→ **WHAT YOU NEED TO DO**:
Keep only the lines of the listing that include the word "most", and copy them.

→ **DATA PROVIDED**:
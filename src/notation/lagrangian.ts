/**
 * The text of a Lagrangian → its terms: syntax, Einstein's rule, expansion, and a look at mass dimensions. The one
 * entry for Lagrangian texts; imports the stages of this folder.
 */
import { type Diagnostic, errorAt, InputError, warningAt } from './diagnostics.js';
import { expand } from './expand.js';
import { checkIndices } from './indices.js';
import { reservedMeaning } from './names.js';
import { parseExpression } from './parser.js';
import type { Passage } from './passage.js';
import { printLagrangian } from './print.js';
import type { Expression } from './syntax.js';
import type { LagrangianTerm, TensorHead, TheorySymbol } from './theory.js';
import { clip } from './tokens.js';

export interface LagrangianReading {
  /** Like terms collected, in the order of the text; never empty. */
  readonly terms: readonly LagrangianTerm[];
  /** At most one: the first term whose mass dimension is not 4. */
  readonly warnings: readonly Diagnostic[];
}

/**
 * @throws InputError with every fault found: one syntax error at most, every unknown symbol and wrong number of indices;
 * when there is none, every offence against Einstein's rule; when there is none of these, the first limit exceeded.
 */
export function readLagrangian(passage: Passage, symbols: readonly TheorySymbol[]): LagrangianReading {
  const { text } = passage;
  if (text.trim() === '') {
    const place = passage.locate(0, text.length);
    throw new InputError([errorAt(place, 'empty-lagrangian', 'the Lagrangian is empty', 'for example 1/2 M^2 R')]);
  }
  const names = symbols.map((s) => s.name);
  const declared = new Set(names);
  const problems: Diagnostic[] = [];
  const vocabulary = {
    tensors: true,
    jets: false,
    isSymbol: (name: string) => declared.has(name),
    names,
    explain: (name: string) => {
      const meaning = reservedMeaning(name);
      return meaning === undefined ? undefined : `${name} stands for ${meaning} and cannot occur in a Lagrangian`;
    },
  };
  const tree = parseExpression(passage, vocabulary, problems);
  if (tree !== undefined) problems.push(...checkIndices(tree, passage));
  if (tree === undefined || problems.length > 0) throw new InputError(problems);
  const terms = expand(tree, passage);
  if (terms.length === 0) {
    const place = passage.locate(tree.start, tree.end);
    throw new InputError([errorAt(place, 'empty-lagrangian', 'the Lagrangian is zero', 'its terms cancel')]);
  }
  return { terms, warnings: dimensionWarnings(tree, terms, passage, symbols) };
}

const DIMENSIONS: Readonly<Record<TensorHead, number>> = { R: 2, T: 1, A: 1, epsilon: 0, eta: 0, delta: 0 };

/** Mass dimension of a term in units c = ħ = 1. */
export function dimensionOf(term: LagrangianTerm, symbols: ReadonlyMap<string, number>): number {
  const scalar = term.scalar.powers.reduce((sum, [name, exponent]) => sum + exponent * (symbols.get(name) ?? 0), 0);
  return term.factors.reduce((sum, { head }) => sum + DIMENSIONS[head], scalar);
}

function dimensionWarnings(
  tree: Expression,
  terms: readonly LagrangianTerm[],
  passage: Passage,
  symbols: readonly TheorySymbol[],
): readonly Diagnostic[] {
  const dimensions = new Map(symbols.map((s) => [s.name, s.dimension]));
  const isOff = (term: LagrangianTerm): boolean => dimensionOf(term, dimensions) !== 4;
  if (!terms.some(isOff)) return [];
  const summands = tree.kind === 'sum' ? tree.summands.map((s) => s.value) : [tree];
  for (const summand of summands) {
    const off = expand(summand, passage).find(isOff);
    if (off === undefined) continue;
    const typed = clip(printLagrangian([off], { symbols }));
    const message = `the term ${typed} has mass dimension ${dimensionOf(off, dimensions)}, a Lagrangian has 4`;
    const hint = 'multiply by a scale such as M^2, or declare the dimension of its constant: { b1: mass^2 }';
    return [warningAt(passage.locate(summand.start, summand.end), 'mass-dimension', message, hint)];
  }
  return [];
}
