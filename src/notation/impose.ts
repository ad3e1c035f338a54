/**
 * Solves imposed relations for symbols, in order. A relation with one symbol alone on the left eliminates it; otherwise the
 * last-declared constant that occurs linearly with a numeric coefficient goes; anything else stays a condition.
 */
import { coefficientOf, collect, involves, substitute } from '../algebra/collect.js';
import { generator, isZero, multiply, negate, type Poly, power, subtract } from '../algebra/poly.js';
import type { Ring } from '../algebra/ring.js';
import { errorAt, InputError } from './diagnostics.js';
import { polyOfScalar } from './scalar-poly.js';
import type { Origin, Relation } from './theory.js';

export interface Imposed {
  /** Symbol → its value, free of all eliminated symbols. */
  readonly eliminated: ReadonlyMap<string, Poly>;
  /** Polynomials that vanish but could not be solved. */
  readonly conditions: readonly { readonly text: string; readonly value: Poly }[];
}

const refuse = (origin: Origin, code: string, message: string, hint: string): InputError =>
  new InputError([errorAt(origin, code, message, hint)]);

/** p with eliminated symbols replaced. @throws InputError when a divisor becomes zero or a sum. */
export function applyImposed(p: Poly, eliminated: ReadonlyMap<string, Poly>, blame: Origin | undefined): Poly {
  if (eliminated.size === 0) return p;
  try {
    return substitute(p, eliminated);
  } catch (error) {
    if (!(error instanceof RangeError)) throw error;
    const message = `the imposed relations turn a divisor into something that cannot be divided by: ${error.message}`;
    const hint = 'multiply the divisor out, or impose other relations';
    throw blame
      ? refuse(blame, 'divisor', message, hint)
      : new InputError([{ code: 'divisor', severity: 'error', message, hint }]);
  }
}

/**
 * @param constants names of constants in the order of their declaration.
 * @throws InputError `contradiction` when a relation reduces to a non-zero number, `divisor` as `applyImposed`.
 */
export function solveRelations(ring: Ring, relations: readonly Relation[], constants: readonly string[]): Imposed {
  let eliminated = new Map<string, Poly>();
  let conditions: { text: string; value: Poly; origin: Origin }[] = [];
  const eliminate = (name: string, value: Poly, origin: Origin): void => {
    const one = new Map([[name, value]]);
    eliminated = new Map([...eliminated].map(([n, p]) => [n, applyImposed(p, one, origin)]));
    eliminated.set(name, value);
    conditions = conditions.flatMap((c) => {
      const rest = applyImposed(c.value, one, origin);
      if (isZero(rest)) return [];
      refuseNumber(rest, origin, `together with "${c.text}"`);
      return [{ ...c, value: rest }];
    });
  };
  const refuseNumber = (rest: Poly, origin: Origin, detail: string): void => {
    if (isNumber(rest))
      throw refuse(
        origin,
        'contradiction',
        `the relation contradicts what is already imposed ${detail}`.trim(),
        'drop one of the relations',
      );
  };
  for (const { left, right, subject, text, origin } of relations) {
    const value = applyImposed(subtract(polyOfScalar(ring, left), polyOfScalar(ring, right)), eliminated, origin);
    if (isZero(value)) continue;
    refuseNumber(value, origin, '');
    const alone = subject !== undefined && !eliminated.has(subject) ? aloneOnLeft(value, subject) : undefined;
    if (alone) {
      eliminate(subject!, alone, origin);
      continue;
    }
    const name = constants.findLast((c) => !eliminated.has(c) && solvable(value, c) !== undefined);
    if (name === undefined) conditions.push({ text, value, origin });
    else eliminate(name, solvable(value, name)!, origin);
  }
  return { eliminated, conditions: conditions.map(({ text, value }) => ({ text, value })) };
}

const isNumber = (p: Poly): boolean => collect(p, () => true).every((c) => c.monomial.length === 0);

/** value = subject − rest with a rest free of the subject. */
function aloneOnLeft(value: Poly, subject: string): Poly | undefined {
  const rest = subtract(generator(value.ring, subject), value);
  return involves(rest, subject) ? undefined : rest;
}

/** The root in a constant that occurs only linearly and with a numeric coefficient. */
function solvable(value: Poly, name: string): Poly | undefined {
  const slope = coefficientOf(value, name, 1);
  if (isZero(slope) || !isNumber(slope)) return undefined;
  const rest = subtract(value, multiply(slope, generator(value.ring, name)));
  if (involves(rest, name)) return undefined;
  return multiply(negate(rest), power(slope, -1));
}
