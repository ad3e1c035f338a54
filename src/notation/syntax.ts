/**
 * The syntax tree of the notation: what was typed, with positions, before indices are checked and brackets multiplied
 * out. Plain data; start and end are UTF-16 offsets in the passage. Imports only types.
 */
import type { IndexSlot } from './theory.js';

export interface Span {
  readonly start: number;
  readonly end: number;
}

/** A slot with the place of its index. */
export interface SlotNode extends IndexSlot, Span {}

export type Expression =
  | ({ readonly kind: 'integer'; readonly value: bigint } & Span)
  /** A declared name, or a jet: its name is then `D(q,n)`. */
  | ({ readonly kind: 'symbol'; readonly name: string } & Span)
  | TensorNode
  /** Summands with their signs; a leading sign alone makes a sum of one. */
  | ({ readonly kind: 'sum'; readonly summands: readonly Summand[] } & Span)
  /** Factors from left to right; the first never divides. */
  | ({ readonly kind: 'product'; readonly factors: readonly Factor[] } & Span)
  | ({ readonly kind: 'power'; readonly base: Expression; readonly exponent: number } & Span);

export interface TensorNode extends Span {
  readonly kind: 'tensor';
  readonly head: string;
  /** An irreducible part. */
  readonly part?: string;
  readonly slots: readonly SlotNode[];
}

export interface Summand {
  readonly negative: boolean;
  readonly value: Expression;
}

export interface Factor {
  readonly divides: boolean;
  readonly negative: boolean;
  readonly value: Expression;
}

→ **RESPONSE TO THE EXERCISE**:
  /** At most one: the first term whose mass dimension is not 4. */
 * @throws InputError with every fault found: one syntax error at most, every unknown symbol and wrong number of indices;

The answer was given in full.